→ What is being asked
Reproduce exactly, and nothing but, the lines between the one with "test = order[len(order) - n_test:]" and the end of the entries, both ends included.

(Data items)
..........

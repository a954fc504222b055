"""Held-out splits: random or by time for the warm slice, plus whole items held out for the cold slice."""

from __future__ import annotations

from dataclasses import dataclass

import numpy as np
import torch

from towers.config import EvaluationSection


@dataclass
class Split:
    """Index arrays into the pair list, and which candidate rows are held out whole."""

    train: np.ndarray
    valid: np.ndarray
    test: np.ndarray
    cold_test: np.ndarray
    cold_items: torch.Tensor  # bool (n_items,)


def make_split(pairs, n_items: int, ev: EvaluationSection, seed: int, cold_eligible: torch.Tensor | None,
               item_item: bool) -> Split:
    """Split pairs per the evaluation config; the same seed always gives the same split."""
    rng = np.random.default_rng(seed + 1)
    q = pairs.query.numpy()
    c = pairs.candidate.numpy()
    cold_items = np.zeros(n_items, dtype=bool)
    if ev.cold_item_fraction > 0 and cold_eligible is not None:
        seen = np.zeros(n_items, dtype=bool)
        seen[c] = True
        if item_item:
            seen[q] = True
        candidates = np.flatnonzero(seen & cold_eligible.numpy())
        n_cold = int(round(ev.cold_item_fraction * len(candidates)))
        cold_items[rng.choice(candidates, size=n_cold, replace=False)] = True
    touches_cold = cold_items[c] | (cold_items[q] if item_item else False)
    cold_test = np.flatnonzero(cold_items[c] & ~(cold_items[q] if item_item else False))
    rest = np.flatnonzero(~touches_cold)
    if ev.split == "time" and pairs.time is not None:
        order = rest[np.argsort(pairs.time.numpy()[rest], kind="stable")]
    else:
        order = rest[rng.permutation(len(rest))]
    n_test = int(round(ev.test_fraction * len(order)))
    n_valid = int(round(ev.validation_fraction * (len(order) - n_test)))
    if ev.split == "time":
        test = order[len(order) - n_test:]
        valid = order[len(order) - n_test - n_valid:len(order) - n_test]
        train = order[:len(order) - n_test - n_valid]
    else:
        test, valid, train = order[:n_test], order[n_test:n_test + n_valid], order[n_test + n_valid:]
    return Split(np.sort(train), np.sort(valid), np.sort(test), cold_test, torch.from_numpy(cold_items))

..........

→ Result for this task
        test = order[len(order) - n_test:]
        valid = order[len(order) - n_test - n_valid:len(order) - n_test]
        train = order[:len(order) - n_test - n_valid]
    else:
        test, valid, train = order[:n_test], order[n_test:n_test + n_valid], order[n_test + n_valid:]
    return Split(np.sort(train), np.sort(valid), np.sort(test), cold_test, torch.from_numpy(cold_items))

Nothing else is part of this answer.